WHAT THE EXERCISE ASKS
Only the lines from the one containing "not know it.</exception>" to the end of the material belong in your answer. Please copy them word for word.

EXERCISE INPUT
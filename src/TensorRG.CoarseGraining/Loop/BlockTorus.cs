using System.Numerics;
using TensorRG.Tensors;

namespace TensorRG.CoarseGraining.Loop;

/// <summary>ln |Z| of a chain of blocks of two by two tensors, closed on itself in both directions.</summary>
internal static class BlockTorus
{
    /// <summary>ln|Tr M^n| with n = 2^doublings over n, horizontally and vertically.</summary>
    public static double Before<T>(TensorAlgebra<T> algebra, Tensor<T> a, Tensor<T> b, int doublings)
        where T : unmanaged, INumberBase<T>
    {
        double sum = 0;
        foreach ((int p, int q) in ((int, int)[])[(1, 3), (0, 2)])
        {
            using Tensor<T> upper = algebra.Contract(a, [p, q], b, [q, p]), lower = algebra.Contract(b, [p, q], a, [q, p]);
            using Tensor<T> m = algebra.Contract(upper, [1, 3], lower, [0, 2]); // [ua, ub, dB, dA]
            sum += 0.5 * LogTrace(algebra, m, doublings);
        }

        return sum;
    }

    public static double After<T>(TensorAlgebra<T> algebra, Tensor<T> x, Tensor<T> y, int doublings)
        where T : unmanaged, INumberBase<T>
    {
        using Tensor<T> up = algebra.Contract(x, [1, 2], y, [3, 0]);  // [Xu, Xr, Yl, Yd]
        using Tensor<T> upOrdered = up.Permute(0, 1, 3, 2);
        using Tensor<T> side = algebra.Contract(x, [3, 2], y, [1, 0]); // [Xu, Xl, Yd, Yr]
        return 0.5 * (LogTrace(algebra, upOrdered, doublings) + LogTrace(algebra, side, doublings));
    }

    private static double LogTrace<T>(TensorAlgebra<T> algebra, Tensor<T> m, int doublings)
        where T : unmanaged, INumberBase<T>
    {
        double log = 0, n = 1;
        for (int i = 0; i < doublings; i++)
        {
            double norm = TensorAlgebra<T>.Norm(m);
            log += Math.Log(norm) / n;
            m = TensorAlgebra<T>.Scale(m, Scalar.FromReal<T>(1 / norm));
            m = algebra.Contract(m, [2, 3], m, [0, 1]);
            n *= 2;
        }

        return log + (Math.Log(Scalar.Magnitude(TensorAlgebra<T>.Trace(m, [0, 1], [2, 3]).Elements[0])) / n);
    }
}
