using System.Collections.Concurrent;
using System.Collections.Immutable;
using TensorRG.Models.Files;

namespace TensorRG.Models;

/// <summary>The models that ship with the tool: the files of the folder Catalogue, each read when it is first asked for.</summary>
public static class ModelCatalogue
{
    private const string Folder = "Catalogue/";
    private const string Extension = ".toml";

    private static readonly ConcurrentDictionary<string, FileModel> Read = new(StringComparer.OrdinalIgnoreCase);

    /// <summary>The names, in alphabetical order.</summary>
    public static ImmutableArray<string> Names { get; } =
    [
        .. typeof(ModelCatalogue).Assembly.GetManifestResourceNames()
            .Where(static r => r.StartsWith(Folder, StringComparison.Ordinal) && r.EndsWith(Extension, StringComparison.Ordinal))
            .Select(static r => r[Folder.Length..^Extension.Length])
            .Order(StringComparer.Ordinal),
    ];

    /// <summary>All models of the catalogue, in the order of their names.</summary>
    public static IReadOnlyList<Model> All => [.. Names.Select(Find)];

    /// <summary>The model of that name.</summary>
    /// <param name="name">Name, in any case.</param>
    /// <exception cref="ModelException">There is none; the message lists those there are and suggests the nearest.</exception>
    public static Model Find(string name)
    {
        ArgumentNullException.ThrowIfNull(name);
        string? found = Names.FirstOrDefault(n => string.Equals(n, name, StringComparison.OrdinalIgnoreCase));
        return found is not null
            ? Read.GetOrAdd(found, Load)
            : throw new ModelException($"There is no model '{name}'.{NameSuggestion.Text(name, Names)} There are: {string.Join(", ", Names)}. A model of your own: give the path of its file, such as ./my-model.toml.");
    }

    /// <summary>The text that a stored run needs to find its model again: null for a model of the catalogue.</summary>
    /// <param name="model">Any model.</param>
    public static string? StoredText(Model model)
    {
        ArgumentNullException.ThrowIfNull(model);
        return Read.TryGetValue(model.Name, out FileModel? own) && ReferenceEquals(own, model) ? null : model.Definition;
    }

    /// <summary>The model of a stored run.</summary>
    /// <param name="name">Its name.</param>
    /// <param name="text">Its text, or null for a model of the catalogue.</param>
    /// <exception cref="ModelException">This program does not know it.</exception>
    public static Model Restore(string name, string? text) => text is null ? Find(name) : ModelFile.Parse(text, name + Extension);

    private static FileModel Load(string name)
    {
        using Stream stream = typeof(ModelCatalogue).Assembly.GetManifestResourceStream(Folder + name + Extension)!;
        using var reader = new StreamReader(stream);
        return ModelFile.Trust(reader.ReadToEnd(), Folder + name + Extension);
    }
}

WRITTEN REPLY
    /// <exception cref="ModelException">This program does not know it.</exception>
    public static Model Restore(string name, string? text) => text is null ? Find(name) : ModelFile.Parse(text, name + Extension);

    private static FileModel Load(string name)
    {
        using Stream stream = typeof(ModelCatalogue).Assembly.GetManifestResourceStream(Folder + name + Extension)!;
        using var reader = new StreamReader(stream);
        return ModelFile.Trust(reader.ReadToEnd(), Folder + name + Extension);
    }
}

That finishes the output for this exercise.